-- The problem --
Your job is to transcribe the material exactly. Keep every line.

-- Data shown --
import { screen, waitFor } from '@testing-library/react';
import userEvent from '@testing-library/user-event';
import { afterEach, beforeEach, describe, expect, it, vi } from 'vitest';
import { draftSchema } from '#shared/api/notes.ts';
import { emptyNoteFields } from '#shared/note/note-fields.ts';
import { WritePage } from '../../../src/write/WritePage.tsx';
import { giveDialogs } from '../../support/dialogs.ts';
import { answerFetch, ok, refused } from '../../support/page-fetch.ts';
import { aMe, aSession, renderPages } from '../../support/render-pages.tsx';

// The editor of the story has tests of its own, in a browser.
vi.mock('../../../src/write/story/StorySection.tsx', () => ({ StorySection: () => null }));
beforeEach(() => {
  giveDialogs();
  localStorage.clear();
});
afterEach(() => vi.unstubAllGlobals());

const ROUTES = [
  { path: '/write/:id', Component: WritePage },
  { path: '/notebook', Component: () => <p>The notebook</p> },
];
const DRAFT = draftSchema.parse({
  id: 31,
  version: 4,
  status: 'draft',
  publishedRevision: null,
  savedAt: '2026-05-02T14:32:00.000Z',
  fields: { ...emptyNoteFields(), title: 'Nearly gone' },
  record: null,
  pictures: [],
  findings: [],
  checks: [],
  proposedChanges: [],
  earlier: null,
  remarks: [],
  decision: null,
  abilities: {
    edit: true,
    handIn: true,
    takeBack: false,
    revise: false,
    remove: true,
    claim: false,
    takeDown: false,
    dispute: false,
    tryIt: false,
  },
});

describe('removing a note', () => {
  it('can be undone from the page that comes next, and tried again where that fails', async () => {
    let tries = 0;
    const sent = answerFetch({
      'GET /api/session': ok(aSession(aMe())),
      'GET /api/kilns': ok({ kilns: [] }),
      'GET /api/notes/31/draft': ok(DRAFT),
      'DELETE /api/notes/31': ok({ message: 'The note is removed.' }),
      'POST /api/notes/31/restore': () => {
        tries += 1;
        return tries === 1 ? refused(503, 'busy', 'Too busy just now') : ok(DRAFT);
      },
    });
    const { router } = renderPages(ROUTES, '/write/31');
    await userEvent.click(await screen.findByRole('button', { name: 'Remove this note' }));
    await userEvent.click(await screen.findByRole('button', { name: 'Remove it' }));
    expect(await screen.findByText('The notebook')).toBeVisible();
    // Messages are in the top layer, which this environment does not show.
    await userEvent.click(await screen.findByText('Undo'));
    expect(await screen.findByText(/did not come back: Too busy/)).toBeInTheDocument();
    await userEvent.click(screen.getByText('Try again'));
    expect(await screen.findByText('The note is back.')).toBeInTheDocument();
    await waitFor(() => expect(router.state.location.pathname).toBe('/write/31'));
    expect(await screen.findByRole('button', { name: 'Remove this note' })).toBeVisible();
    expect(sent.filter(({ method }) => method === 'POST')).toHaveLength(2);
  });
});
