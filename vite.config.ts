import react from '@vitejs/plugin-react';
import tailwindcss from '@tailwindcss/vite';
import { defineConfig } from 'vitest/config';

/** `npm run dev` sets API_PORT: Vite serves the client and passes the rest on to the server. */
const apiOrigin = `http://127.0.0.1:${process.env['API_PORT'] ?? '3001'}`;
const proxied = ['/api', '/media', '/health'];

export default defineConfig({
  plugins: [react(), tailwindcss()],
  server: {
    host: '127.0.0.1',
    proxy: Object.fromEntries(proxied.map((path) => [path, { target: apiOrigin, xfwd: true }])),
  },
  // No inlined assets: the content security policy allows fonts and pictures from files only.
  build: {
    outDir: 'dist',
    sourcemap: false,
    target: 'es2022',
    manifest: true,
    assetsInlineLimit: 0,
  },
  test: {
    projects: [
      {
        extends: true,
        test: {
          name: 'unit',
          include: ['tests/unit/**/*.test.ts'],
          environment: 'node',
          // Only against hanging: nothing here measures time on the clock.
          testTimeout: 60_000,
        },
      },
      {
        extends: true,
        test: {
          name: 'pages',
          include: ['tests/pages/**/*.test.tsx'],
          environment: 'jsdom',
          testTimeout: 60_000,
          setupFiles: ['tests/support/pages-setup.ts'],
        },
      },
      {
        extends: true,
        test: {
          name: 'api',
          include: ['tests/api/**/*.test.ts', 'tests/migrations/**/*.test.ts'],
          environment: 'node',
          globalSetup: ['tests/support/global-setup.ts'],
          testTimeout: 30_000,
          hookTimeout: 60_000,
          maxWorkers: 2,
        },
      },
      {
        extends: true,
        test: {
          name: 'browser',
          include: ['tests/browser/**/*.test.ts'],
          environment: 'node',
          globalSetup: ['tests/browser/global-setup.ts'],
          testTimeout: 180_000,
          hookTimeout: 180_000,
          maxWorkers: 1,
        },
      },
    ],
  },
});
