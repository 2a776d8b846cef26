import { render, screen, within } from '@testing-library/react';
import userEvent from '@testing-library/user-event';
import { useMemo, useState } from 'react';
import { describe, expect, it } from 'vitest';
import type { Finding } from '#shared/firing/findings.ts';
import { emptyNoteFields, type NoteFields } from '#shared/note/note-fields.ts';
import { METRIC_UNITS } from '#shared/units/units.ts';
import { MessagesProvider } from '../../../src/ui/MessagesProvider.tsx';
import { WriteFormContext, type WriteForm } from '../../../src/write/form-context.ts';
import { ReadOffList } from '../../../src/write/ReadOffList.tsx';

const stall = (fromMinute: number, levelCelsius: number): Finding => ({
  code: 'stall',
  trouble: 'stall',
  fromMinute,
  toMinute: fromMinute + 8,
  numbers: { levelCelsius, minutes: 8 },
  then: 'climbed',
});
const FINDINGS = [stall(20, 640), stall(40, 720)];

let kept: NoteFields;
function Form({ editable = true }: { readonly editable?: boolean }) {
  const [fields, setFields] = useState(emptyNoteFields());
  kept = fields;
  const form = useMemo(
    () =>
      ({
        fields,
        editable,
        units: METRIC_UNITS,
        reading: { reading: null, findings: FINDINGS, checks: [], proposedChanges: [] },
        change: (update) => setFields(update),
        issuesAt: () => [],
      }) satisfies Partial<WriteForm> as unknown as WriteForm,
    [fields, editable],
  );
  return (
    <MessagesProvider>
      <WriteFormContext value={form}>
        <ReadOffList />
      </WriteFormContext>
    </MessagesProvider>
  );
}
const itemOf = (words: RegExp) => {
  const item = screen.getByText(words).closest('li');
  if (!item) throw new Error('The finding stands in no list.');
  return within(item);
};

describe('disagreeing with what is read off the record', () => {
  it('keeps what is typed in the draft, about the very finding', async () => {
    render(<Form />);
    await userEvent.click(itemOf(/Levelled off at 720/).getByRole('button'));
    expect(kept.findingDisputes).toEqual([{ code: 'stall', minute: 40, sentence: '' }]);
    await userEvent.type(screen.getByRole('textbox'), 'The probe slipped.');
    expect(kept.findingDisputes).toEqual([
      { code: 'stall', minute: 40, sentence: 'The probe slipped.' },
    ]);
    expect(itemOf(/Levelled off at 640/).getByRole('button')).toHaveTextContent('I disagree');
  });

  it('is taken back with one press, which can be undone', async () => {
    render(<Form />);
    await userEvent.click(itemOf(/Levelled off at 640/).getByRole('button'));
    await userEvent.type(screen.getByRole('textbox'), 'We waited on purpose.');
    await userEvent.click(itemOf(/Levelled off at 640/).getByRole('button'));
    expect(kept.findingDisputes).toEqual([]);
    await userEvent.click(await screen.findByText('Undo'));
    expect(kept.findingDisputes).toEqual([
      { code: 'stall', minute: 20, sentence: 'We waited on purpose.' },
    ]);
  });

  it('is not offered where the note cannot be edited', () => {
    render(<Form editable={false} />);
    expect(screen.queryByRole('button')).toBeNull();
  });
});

-- Completed task --
import { screen, waitFor } from '@testing-library/react';
import userEvent from '@testing-library/user-event';
import { afterEach, beforeEach, describe, expect, it, vi } from 'vitest';
import { draftSchema } from '#shared/api/notes.ts';
import { emptyNoteFields } from '#shared/note/note-fields.ts';
import { WritePage } from '../../../src/write/WritePage.tsx';
import { giveDialogs } from '../../support/dialogs.ts';
import { answerFetch, ok, refused } from '../../support/page-fetch.ts';
import { aMe, aSession, renderPages } from '../../support/render-pages.tsx';

// The editor of the story has tests of its own, in a browser.
vi.mock('../../../src/write/story/StorySection.tsx', () => ({ StorySection: () => null }));
beforeEach(() => {
  giveDialogs();
  localStorage.clear();
});
afterEach(() => vi.unstubAllGlobals());

const ROUTES = [
  { path: '/write/:id', Component: WritePage },
  { path: '/notebook', Component: () => <p>The notebook</p> },
];
const DRAFT = draftSchema.parse({
  id: 31,
  version: 4,
  status: 'draft',
  publishedRevision: null,
  savedAt: '2026-05-02T14:32:00.000Z',
  fields: { ...emptyNoteFields(), title: 'Nearly gone' },
  record: null,
  pictures: [],
  findings: [],
  checks: [],
  proposedChanges: [],
  earlier: null,
  remarks: [],
  decision: null,
  abilities: {
    edit: true,
    handIn: true,
    takeBack: false,
    revise: false,
    remove: true,
    claim: false,
    takeDown: false,
    dispute: false,
    tryIt: false,
  },
});

describe('removing a note', () => {
  it('can be undone from the page that comes next, and tried again where that fails', async () => {
    let tries = 0;
    const sent = answerFetch({
      'GET /api/session': ok(aSession(aMe())),
      'GET /api/kilns': ok({ kilns: [] }),
      'GET /api/notes/31/draft': ok(DRAFT),
      'DELETE /api/notes/31': ok({ message: 'The note is removed.' }),
      'POST /api/notes/31/restore': () => {
        tries += 1;
        return tries === 1 ? refused(503, 'busy', 'Too busy just now') : ok(DRAFT);
      },
    });
    const { router } = renderPages(ROUTES, '/write/31');
    await userEvent.click(await screen.findByRole('button', { name: 'Remove this note' }));
    await userEvent.click(await screen.findByRole('button', { name: 'Remove it' }));
    expect(await screen.findByText('The notebook')).toBeVisible();
    // Messages are in the top layer, which this environment does not show.
    await userEvent.click(await screen.findByText('Undo'));
    expect(await screen.findByText(/did not come back: Too busy/)).toBeInTheDocument();
    await userEvent.click(screen.getByText('Try again'));
    expect(await screen.findByText('The note is back.')).toBeInTheDocument();
    await waitFor(() => expect(router.state.location.pathname).toBe('/write/31'));
    expect(await screen.findByRole('button', { name: 'Remove this note' })).toBeVisible();
    expect(sent.filter(({ method }) => method === 'POST')).toHaveLength(2);
  });
});
filename vite.config.ts
import react from '@vitejs/plugin-react';
import tailwindcss from '@tailwindcss/vite';
import { defineConfig } from 'vitest/config';

/** `npm run dev` sets API_PORT: Vite serves the client and passes the rest on to the server. */
const apiOrigin = `http://127.0.0.1:${process.env['API_PORT'] ?? '3001'}`;
const proxied = ['/api', '/media', '/health'];

export default defineConfig({
  plugins: [react(), tailwindcss()],
  server: {
    host: '127.0.0.1',
    proxy: Object.fromEntries(proxied.map((path) => [path, { target: apiOrigin, xfwd: true }])),
  },
  // No inlined assets: the content security policy allows fonts and pictures from files only.
  build: {
    outDir: 'dist',
    sourcemap: false,
    target: 'es2022',
    manifest: true,
    assetsInlineLimit: 0,
  },
  test: {
    projects: [
      {
        extends: true,
        test: {
          name: 'unit',
          include: ['tests/unit/**/*.test.ts'],
          environment: 'node',
          // Only against hanging: nothing here measures time on the clock.
          testTimeout: 60_000,
        },
      },
      {
        extends: true,
        test: {
          name: 'pages',
          include: ['tests/pages/**/*.test.tsx'],
          environment: 'jsdom',
          testTimeout: 60_000,
          setupFiles: ['tests/support/pages-setup.ts'],
        },
      },
      {
        extends: true,
        test: {
          name: 'api',
          include: ['tests/api/**/*.test.ts', 'tests/migrations/**/*.test.ts'],
          environment: 'node',
          globalSetup: ['tests/support/global-setup.ts'],
          testTimeout: 30_000,
          hookTimeout: 60_000,
          maxWorkers: 2,
        },
      },
      {
        extends: true,
        test: {
          name: 'browser',
          include: ['tests/browser/**/*.test.ts'],
          environment: 'node',
          globalSetup: ['tests/browser/global-setup.ts'],
          testTimeout: 180_000,
          hookTimeout: 180_000,
          maxWorkers: 1,
        },
      },
    ],
  },
});
repository 2a776d8b846cef26
import { render, screen, within } from '@testing-library/react';
import userEvent from '@testing-library/user-event';
import { useMemo, useState } from 'react';
import { describe, expect, it } from 'vitest';
import type { Finding } from '#shared/firing/findings.ts';
import { emptyNoteFields, type NoteFields } from '#shared/note/note-fields.ts';
import { METRIC_UNITS } from '#shared/units/units.ts';
import { MessagesProvider } from '../../../src/ui/MessagesProvider.tsx';
import { WriteFormContext, type WriteForm } from '../../../src/write/form-context.ts';
import { ReadOffList } from '../../../src/write/ReadOffList.tsx';

const stall = (fromMinute: number, levelCelsius: number): Finding => ({
  code: 'stall',
  trouble: 'stall',
  fromMinute,
  toMinute: fromMinute + 8,
  numbers: { levelCelsius, minutes: 8 },
  then: 'climbed',
});
const FINDINGS = [stall(20, 640), stall(40, 720)];

let kept: NoteFields;
function Form({ editable = true }: { readonly editable?: boolean }) {
  const [fields, setFields] = useState(emptyNoteFields());
  kept = fields;
  const form = useMemo(
    () =>
      ({
        fields,
        editable,
        units: METRIC_UNITS,
        reading: { reading: null, findings: FINDINGS, checks: [], proposedChanges: [] },
        change: (update) => setFields(update),
        issuesAt: () => [],
      }) satisfies Partial<WriteForm> as unknown as WriteForm,
    [fields, editable],
  );
  return (
    <MessagesProvider>
      <WriteFormContext value={form}>
        <ReadOffList />
      </WriteFormContext>
    </MessagesProvider>
  );
}
const itemOf = (words: RegExp) => {
  const item = screen.getByText(words).closest('li');
  if (!item) throw new Error('The finding stands in no list.');
  return within(item);
};

describe('disagreeing with what is read off the record', () => {
  it('keeps what is typed in the draft, about the very finding', async () => {
    render(<Form />);
    await userEvent.click(itemOf(/Levelled off at 720/).getByRole('button'));
    expect(kept.findingDisputes).toEqual([{ code: 'stall', minute: 40, sentence: '' }]);
    await userEvent.type(screen.getByRole('textbox'), 'The probe slipped.');
    expect(kept.findingDisputes).toEqual([
      { code: 'stall', minute: 40, sentence: 'The probe slipped.' },
    ]);
    expect(itemOf(/Levelled off at 640/).getByRole('button')).toHaveTextContent('I disagree');
  });

  it('is taken back with one press, which can be undone', async () => {
    render(<Form />);
    await userEvent.click(itemOf(/Levelled off at 640/).getByRole('button'));
    await userEvent.type(screen.getByRole('textbox'), 'We waited on purpose.');
    await userEvent.click(itemOf(/Levelled off at 640/).getByRole('button'));
    expect(kept.findingDisputes).toEqual([]);
    await userEvent.click(await screen.findByText('Undo'));
    expect(kept.findingDisputes).toEqual([
      { code: 'stall', minute: 20, sentence: 'We waited on purpose.' },
    ]);
  });

  it('is not offered where the note cannot be edited', () => {
    render(<Form editable={false} />);
    expect(screen.queryByRole('button')).toBeNull();
  });
});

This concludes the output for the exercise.